Leila Chatti’s Deluge issues from a place of confinement, enclosure, and conclusion. Consider the hortus conclusus, scripture’s enclosed garden that represents Mary, virginity, the womb, the nuptial chamber—in short, the female body. Scholar Hannah Lucas writes that “situating the female body within the enclosed garden is a way to manage its messy implications.”

The speaker’s experience with a uterine tumor shows her the extent of her female enclosure. But if we have an exposure of enclosures, we also have an opening of/to that which she wants (en)closed. She comes to see that health, safety, and control were never secure; that she’s more exiled than protected from the prying eyes and instruments of men, from God’s terrible plans, his punishment and judgement. The result is a fear of—an ambivalence about—both limitation and indeterminacy.

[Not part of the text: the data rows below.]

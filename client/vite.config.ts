import { defineConfig, type Plugin } from 'vite';
import { rmSync } from 'node:fs';
import { fileURLToPath } from 'node:url';

const outDir = fileURLToPath(new URL('../dist/client', import.meta.url));

/**
 * tsc emits the chart modules shared with the server's report into dist/client/src/ (the server imports them), so
 * the page build must not empty dist/client: it removes only its own earlier output (assets/, index.html).
 */
function cleanOwnOutput(): Plugin {
  return {
    name: 'gridshake-clean-page-output',
    apply: 'build',
    buildStart() {
      rmSync(fileURLToPath(new URL('../dist/client/assets', import.meta.url)), { recursive: true, force: true });
      rmSync(fileURLToPath(new URL('../dist/client/index.html', import.meta.url)), { force: true });
    },
  };
}

// The analyst's page: built into dist/client and served by the local server. No CDN: chart.js and the map library
// (OpenLayers) are bundled, which puts the one chunk near 700 kB.
export default defineConfig({
  root: fileURLToPath(new URL('.', import.meta.url)),
  base: './',
  plugins: [cleanOwnOutput()],
  build: {
    outDir,
    emptyOutDir: false,
    sourcemap: true,
    chunkSizeWarningLimit: 760,
  },
});
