/** The profile of one column's numbers in file order, or null with fewer than two numbers. */
export function profileColumn(values: readonly number[]): ColumnProfile | null {
  if (stryMutAct_9fa48("1204")) {
    {}
  } else {
    stryCov_9fa48("1204");
    if (stryMutAct_9fa48("1208") ? values.length >= 2 : stryMutAct_9fa48("1207") ? values.length <= 2 : stryMutAct_9fa48("1206") ? false : stryMutAct_9fa48("1205") ? true : (stryCov_9fa48("1205", "1206", "1207", "1208"), values.length < 2)) return null;
    const steps = stryMutAct_9fa48("1209") ? values.map((v, i) => v - values[i]) : (stryCov_9fa48("1209"), values.slice(1).map(stryMutAct_9fa48("1210") ? () => undefined : (stryCov_9fa48("1210"), (v, i) => stryMutAct_9fa48("1211") ? v + values[i] : (stryCov_9fa48("1211"), v - values[i]))));
    const rises = stryMutAct_9fa48("1212") ? steps.length : (stryCov_9fa48("1212"), steps.filter(stryMutAct_9fa48("1213") ? () => undefined : (stryCov_9fa48("1213"), d => stryMutAct_9fa48("1217") ? d <= 0 : stryMutAct_9fa48("1216") ? d >= 0 : stryMutAct_9fa48("1215") ? false : stryMutAct_9fa48("1214") ? true : (stryCov_9fa48("1214", "1215", "1216", "1217"), d > 0))).length);
    const medianStep = medianOf(steps);
    return stryMutAct_9fa48("1218") ? {} : (stryCov_9fa48("1218"), {
      count: values.length,
      min: stryMutAct_9fa48("1219") ? Math.max(...values) : (stryCov_9fa48("1219"), Math.min(...values)),
      max: stryMutAct_9fa48("1220") ? Math.min(...values) : (stryCov_9fa48("1220"), Math.max(...values)),
      median: medianOf(values),
      // A repeated time stamp happens now and then (two channels logged at once); a fall never does.
      rising: stryMutAct_9fa48("1223") ? steps.every(d => d >= 0) || rises >= 0.9 * steps.length : stryMutAct_9fa48("1222") ? false : stryMutAct_9fa48("1221") ? true : (stryCov_9fa48("1221", "1222", "1223"), (stryMutAct_9fa48("1224") ? steps.some(d => d >= 0) : (stryCov_9fa48("1224"), steps.every(stryMutAct_9fa48("1225") ? () => undefined : (stryCov_9fa48("1225"), d => stryMutAct_9fa48("1229") ? d < 0 : stryMutAct_9fa48("1228") ? d > 0 : stryMutAct_9fa48("1227") ? false : stryMutAct_9fa48("1226") ? true : (stryCov_9fa48("1226", "1227", "1228", "1229"), d >= 0))))) && (stryMutAct_9fa48("1232") ? rises < 0.9 * steps.length : stryMutAct_9fa48("1231") ? rises > 0.9 * steps.length : stryMutAct_9fa48("1230") ? true : (stryCov_9fa48("1230", "1231", "1232"), rises >= (stryMutAct_9fa48("1233") ? 0.9 / steps.length : (stryCov_9fa48("1233"), 0.9 * steps.length))))),
      medianStep,
      stepUnevenness: (stryMutAct_9fa48("1237") ? medianStep <= 0 : stryMutAct_9fa48("1236") ? medianStep >= 0 : stryMutAct_9fa48("1235") ? false : stryMutAct_9fa48("1234") ? true : (stryCov_9fa48("1234", "1235", "1236", "1237"), medianStep > 0)) ? stryMutAct_9fa48("1238") ? medianOf(steps.map(d => Math.abs(d - medianStep))) * medianStep : (stryCov_9fa48("1238"), medianOf(steps.map(stryMutAct_9fa48("1239") ? () => undefined : (stryCov_9fa48("1239"), d => Math.abs(stryMutAct_9fa48("1240") ? d + medianStep : (stryCov_9fa48("1240"), d - medianStep))))) / medianStep) : Infinity
    });
  }
}

/** The numbers of every column in the first data rows (unreadable fields left out). */
export function columnValues(text: string, layout: Pick<LogLayoutGuess, "delimiter" | "decimalComma" | "hasHeader" | "columnCount">): number[][] {
  if (stryMutAct_9fa48("1241")) {
    {}
  } else {
    stryCov_9fa48("1241");
    const lines = stryMutAct_9fa48("1242") ? logLines(text) : (stryCov_9fa48("1242"), logLines(text).slice(layout.hasHeader ? 1 : 0, stryMutAct_9fa48("1243") ? SAMPLE_ROWS - 1 : (stryCov_9fa48("1243"), SAMPLE_ROWS + 1)));
    const cols: number[][] = Array.from(stryMutAct_9fa48("1244") ? {} : (stryCov_9fa48("1244"), {
      length: layout.columnCount
    }), stryMutAct_9fa48("1245") ? () => undefined : (stryCov_9fa48("1245"), () => stryMutAct_9fa48("1246") ? ["Stryker was here"] : (stryCov_9fa48("1246"), [])));
    for (const {
      text: raw
    } of lines) {
      if (stryMutAct_9fa48("1247")) {
        {}
      } else {
        stryCov_9fa48("1247");
        const f = splitLine(raw, layout.delimiter);
        for (let c = 0; stryMutAct_9fa48("1250") ? c >= cols.length : stryMutAct_9fa48("1249") ? c <= cols.length : stryMutAct_9fa48("1248") ? false : (stryCov_9fa48("1248", "1249", "1250"), c < cols.length); stryMutAct_9fa48("1251") ? c-- : (stryCov_9fa48("1251"), c++)) {
          if (stryMutAct_9fa48("1252")) {
            {}
          } else {
            stryCov_9fa48("1252");
            const v = (stryMutAct_9fa48("1255") ? f[c] !== undefined : stryMutAct_9fa48("1254") ? false : stryMutAct_9fa48("1253") ? true : (stryCov_9fa48("1253", "1254", "1255"), f[c] === undefined)) ? null : readNumber(f[c], layout.decimalComma);
            if (stryMutAct_9fa48("1258") ? v === null : stryMutAct_9fa48("1257") ? false : stryMutAct_9fa48("1256") ? true : (stryCov_9fa48("1256", "1257", "1258"), v !== null)) cols[c].push(v);
          }
        }
      }
    }
    return cols;
  }
}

Constantly waiting, being seen, being told, recumbent, legs splayed in stirrups, the speaker finds herself in the position of “grotesque and absurd” womanhood: the vulnerable object, the passive recipient, the susceptible vessel. The paradox, contained in the homonyms “bear” and “bare,” is brought to a head in her “unbearable” experience, in which nothing but (potentially) death is born, and which threatens to leave her barren.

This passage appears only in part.